The United States of America and its allies are involved in a worldwide war on

terror both militarily and psychologically from 16th September 2001. Like the actual

armed war in response to the terrorist attack 9/11, that took the lives of more than three

thousand innocent people (Kean, 2011). As a result, America is involved in using the

most effective tool in representing the incident; which we called dominant discourse.

Both America and extremists struggle to win the hearts and minds of the mainstream

Muslim by discursively legitimating their own actions and delegitimizing other’s

actions. Faizullah Jan (2015) quoted Bets, that words and images are used to construct

the status and position are more operative and appropriate to earn the hearts and minds

of common people. These words and images established the sociopolitical reality of the

world by inculcating events with meaning and defining who ‘we’ are and who ‘they’

are (Jan, 2015). In result ‘Self’ and ‘Other’ are constructed with organizing discourse.

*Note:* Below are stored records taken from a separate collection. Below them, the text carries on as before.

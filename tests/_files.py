"""Write tiny synthetic NetCDF input files for the tests, with netCDF4 directly.

The files are written with the netCDF4 library and no xarray, so the bytes on disk (packing,
fill values, attributes) are exactly what a test asks for and do not pass through the decoding
code under test. Every value written is chosen by the test, so its expected reading is known.
"""

from __future__ import annotations

from collections.abc import Mapping, Sequence
from pathlib import Path

import netCDF4
import numpy as np

#: CF standard names of the three model inputs (CF standard name table).
STD = {
    "chl": "mass_concentration_of_chlorophyll_a_in_sea_water",
    "par": "surface_downwelling_photosynthetic_photon_flux_in_air",
    "par_energy": "surface_downwelling_photosynthetic_radiative_flux_in_air",
    "sst": "sea_surface_temperature",
}


def axis(first: float, step: float, n: int) -> np.ndarray:
    """A regular axis of ``n`` cell centres starting at ``first``."""
    return first + step * np.arange(n, dtype=np.float64)


def write_grid(
    path: str | Path,
    data,
    lat: Sequence[float],
    lon: Sequence[float],
    *,
    name: str = "var",
    var_attrs: Mapping[str, object] | None = None,
    global_attrs: Mapping[str, object] | None = None,
    dtype: str | np.dtype | None = None,
    fill_value=None,
    time: Sequence[float] | None = None,
    time_units: str = "days since 2000-01-01 00:00:00",
    calendar: str | None = None,
    time_bounds: Sequence[Sequence[float]] | None = None,
    lat_name: str = "lat",
    lon_name: str = "lon",
    chunksizes: Sequence[int] | None = None,
) -> Path:
    """Write one gridded variable ``name`` to ``path`` and return the path.

    ``data`` has shape ``(len(time), len(lat), len(lon))`` when ``time`` is given, else
    ``(len(lat), len(lon))`` (a file with no time dimension). Values are written as they are
    (no automatic packing or masking), so packed files get their raw integers.
    """
    path = Path(path)
    lat = np.asarray(lat, dtype=np.float64)
    lon = np.asarray(lon, dtype=np.float64)
    data = np.asarray(data)
    dtype = np.dtype(dtype) if dtype is not None else data.dtype
    with netCDF4.Dataset(path, "w", format="NETCDF4") as ds:
        dims: tuple[str, ...] = (lat_name, lon_name)
        if time is not None:
            ds.createDimension("time", len(time))
            t = ds.createVariable("time", "f8", ("time",))
            t.standard_name = "time"
            t.units = time_units
            if calendar:
                t.calendar = calendar
            t[:] = np.asarray(time, dtype=np.float64)
            if time_bounds is not None:
                ds.createDimension("nv", 2)
                t.bounds = "time_bnds"
                tb = ds.createVariable("time_bnds", "f8", ("time", "nv"))
                tb[:] = np.asarray(time_bounds, dtype=np.float64)
            dims = ("time", *dims)
        ds.createDimension(lat_name, len(lat))
        ds.createDimension(lon_name, len(lon))
        la = ds.createVariable(lat_name, "f8", (lat_name,))
        la.standard_name = "latitude"
        la.units = "degrees_north"
        la[:] = lat
        lo = ds.createVariable(lon_name, "f8", (lon_name,))
        lo.standard_name = "longitude"
        lo.units = "degrees_east"
        lo[:] = lon
        kw = {}
        if chunksizes is not None:
            kw = {"chunksizes": tuple(chunksizes)}
        v = ds.createVariable(name, dtype, dims, fill_value=fill_value, **kw)
        # Per variable: the dataset-level switch does not reach variables created after it.
        v.set_auto_maskandscale(False)
        for k, val in (var_attrs or {}).items():
            v.setncattr(k, val)
        v[:] = data.astype(dtype)
        for k, val in (global_attrs or {}).items():
            ds.setncattr(k, val)
    return path
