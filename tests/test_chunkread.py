"""The parallel chunk reader returns exactly what the netCDF library returns.

Reference: netCDF4-python (the Unidata netCDF-C library over HDF5) reading the same files with
auto mask/scale off, so raw stored values are compared bit for bit; then the full reader
(`open_input`) with the chunk reader on and off.
"""

from __future__ import annotations

import netCDF4
import numpy as np
import pytest

from euphotic import chunkread
from euphotic.errors import InputFileError
from euphotic.readers import InputSpec, open_input


def _write(path, data, *, dtype="f4", chunks=(1, 7, 9), fill=None, endian="native", write_all=True, **kw):
    with netCDF4.Dataset(path, "w") as ds:
        ds.createDimension("time", data.shape[0])
        ds.createDimension("lat", data.shape[1])
        ds.createDimension("lon", data.shape[2])
        lat = ds.createVariable("lat", "f8", ("lat",))
        lat[:] = np.linspace(-10, 10, data.shape[1])
        lat.units = "degrees_north"
        lon = ds.createVariable("lon", "f8", ("lon",))
        lon[:] = np.linspace(0, 30, data.shape[2])
        lon.units = "degrees_east"
        t = ds.createVariable("time", "f8", ("time",))
        t[:] = np.arange(data.shape[0])
        t.units = "days since 2024-05-01"
        v = ds.createVariable("x", dtype, ("time", "lat", "lon"), chunksizes=chunks, fill_value=fill,
                              endian=endian, **kw)
        v.set_auto_maskandscale(False)
        v.standard_name = "sea_surface_temperature"
        v.units = "degC"
        if write_all:
            v[:] = data
        else:  # leave most chunks unwritten: HDF5 gives the fill value there
            v[:, :7, :9] = data[:, :7, :9]


def _library(path):
    with netCDF4.Dataset(path) as ds:
        ds["x"].set_auto_maskandscale(False)
        return np.asarray(ds["x"][:])


CASES = {
    "float32 deflate+shuffle": dict(zlib=True, complevel=4, shuffle=True),
    "float32 deflate only": dict(zlib=True, complevel=9, shuffle=False),
    "float32 no filter": dict(zlib=False),
    "fletcher32": dict(zlib=True, shuffle=True, fletcher32=True),
    "int16 packed": dict(dtype="i2", zlib=True, shuffle=True, fill=np.int16(-32768)),
    "big-endian float64": dict(dtype=">f8", zlib=True, shuffle=True, endian="big"),
    "unwritten chunks": dict(zlib=True, shuffle=True, fill=np.float32(-999.0), write_all=False),
    "whole-variable chunk": dict(zlib=True, chunks=(3, 20, 25)),
}


@pytest.mark.parametrize("case", list(CASES))
def test_raw_values_identical_to_netcdf_library(tmp_path, case):
    kw = dict(CASES[case])
    rng = np.random.default_rng(5)
    data = rng.normal(15, 8, (3, 20, 25))  # 20 x 25 is not a multiple of 7 x 9: edge chunks
    if kw.get("dtype") == "i2":
        data = np.round(data * 100)
    path = tmp_path / "f.nc"
    _write(path, data, **kw)
    arr = chunkread.dask_array(str(path), "x")
    assert arr is not None
    got = arr.compute(scheduler="threads")
    want = _library(path)
    assert got.dtype == want.dtype
    np.testing.assert_array_equal(got, want)
    # arbitrary sub-selections span several chunks
    np.testing.assert_array_equal(arr[1:, 3:18, 5:24].compute(), want[1:, 3:18, 5:24])


def test_rechunked_reads_equal_the_library_array(tmp_path):
    """dask chunks that are not the stored chunks (several stored chunks per block, and a
    block cut inside a stored chunk) read the same values as the library."""
    data = np.random.default_rng(8).normal(15, 8, (3, 20, 25))
    path = tmp_path / "f.nc"
    _write(path, data, chunks=(2, 7, 9), zlib=True, shuffle=True)
    want = _library(path)
    arr = chunkread.dask_array(str(path), "x", chunks=(3, 14, 10))
    assert arr.chunks == ((3,), (14, 6), (10, 10, 5))
    np.testing.assert_array_equal(arr.compute(), want)
    np.testing.assert_array_equal(arr[1:, 3:18, 5:24].compute(), want[1:, 3:18, 5:24])


def test_standard_library_inflate_gives_the_same_values(tmp_path, monkeypatch):
    """Without libdeflate (the ``deflate`` package) chunks are inflated by zlib: same values."""
    data = np.random.default_rng(6).normal(15, 8, (2, 20, 25))
    path = tmp_path / "f.nc"
    _write(path, data, zlib=True, complevel=4, shuffle=True)
    monkeypatch.setattr(chunkread, "_libdeflate", None)
    got = chunkread.dask_array(str(path), "x").compute(scheduler="sync")
    np.testing.assert_array_equal(got, _library(path))


def test_inflate_falls_back_when_the_size_is_not_a_whole_chunk():
    """A stream whose inflated size differs from the chunk size is still inflated (by zlib)."""
    import zlib

    payload = bytes(range(256)) * 10
    assert chunkread._inflate(zlib.compress(payload), len(payload) + 100) == payload


def test_unsupported_layouts_fall_back(tmp_path):
    data = np.ones((1, 4, 5))
    with netCDF4.Dataset(tmp_path / "c.nc", "w") as ds:  # contiguous storage
        for d, n in zip(("time", "lat", "lon"), data.shape, strict=True):
            ds.createDimension(d, n)
        ds.createVariable("x", "f4", ("time", "lat", "lon"), contiguous=True)[:] = data
    assert chunkread.dask_array(str(tmp_path / "c.nc"), "x") is None
    with netCDF4.Dataset(tmp_path / "n3.nc", "w", format="NETCDF3_CLASSIC") as ds:  # not HDF5
        for d, n in zip(("time", "lat", "lon"), data.shape, strict=True):
            ds.createDimension(d, n)
        ds.createVariable("x", "f4", ("time", "lat", "lon"))[:] = data
    assert chunkread.dask_array(str(tmp_path / "n3.nc"), "x") is None


def test_corrupt_checksum_is_an_error(tmp_path):
    data = np.arange(3 * 20 * 25, dtype="f4").reshape(3, 20, 25)
    path = tmp_path / "f.nc"
    _write(path, data, zlib=False, fletcher32=True)
    arr = chunkread.dask_array(str(path), "x")
    offset, size, _ = arr_first = next(iter(chunkread.chunk_map(str(path), "x").offsets.values()))
    assert arr_first
    raw = bytearray(path.read_bytes())
    raw[offset + 10] ^= 0xFF
    path.write_bytes(bytes(raw))
    with pytest.raises(InputFileError) as excinfo:
        chunkread.dask_array(str(path), "x").compute()
    # The file and the chunk are named; the chunk index (0, 0, 0) and byte offset come from
    # h5py's chunk map (the stored chunk whose byte was flipped).
    assert str(excinfo.value) == (
        f"{path}: stored chunk (0, 0, 0) at byte {offset} fails its checksum "
        "(OSError: Fletcher-32 checksum mismatch): the file is damaged")
    del arr


@pytest.mark.parametrize("case", ["float32 deflate+shuffle", "int16 packed", "unwritten chunks"])
def test_open_input_identical_with_and_without_chunk_reader(tmp_path, monkeypatch, case):
    kw = dict(CASES[case])
    rng = np.random.default_rng(9)
    data = rng.normal(15, 8, (3, 20, 25))
    if kw.get("dtype") == "i2":
        data = np.round(data * 100)
    path = tmp_path / "f.nc"
    _write(path, data, **kw)
    if kw.get("dtype") == "i2":
        with netCDF4.Dataset(path, "a") as ds:
            ds["x"].scale_factor = 0.01
            ds["x"].add_offset = 273.15
            ds["x"].units = "K"
    spec = InputSpec(role="sst", files=str(path))
    fast = open_input(spec)
    assert any(str(k).find("chunkread-") >= 0 for k in fast.data.dask)
    monkeypatch.setenv("EUPHOTIC_READER", "netcdf4")
    slow = open_input(spec)
    assert not any(str(k).find("chunkread-") >= 0 for k in slow.data.dask)
    assert fast.dtype == slow.dtype
    np.testing.assert_array_equal(fast.values, slow.values)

It is the discourse which formulates understandings and interprets the events, which

then influence and impact our actions and doings. Consequently, we establish discursive

tools in understanding the world and fix our position and status in it by taking one action

or event and ignoring the other.

The characterization of 9/11 as an act of war created a discursive justification of

metaphorical “war on terror” (Hodges, 2010). Thus, the ascription of meaning in

discourses work to constitute the social world and inform our reaction to social reality

(Jan, 2015). Social reality, according to constructionist tradition, is created in language

as a representation and not as a reflection of pre-existing reality. Faizullah Jan (2015)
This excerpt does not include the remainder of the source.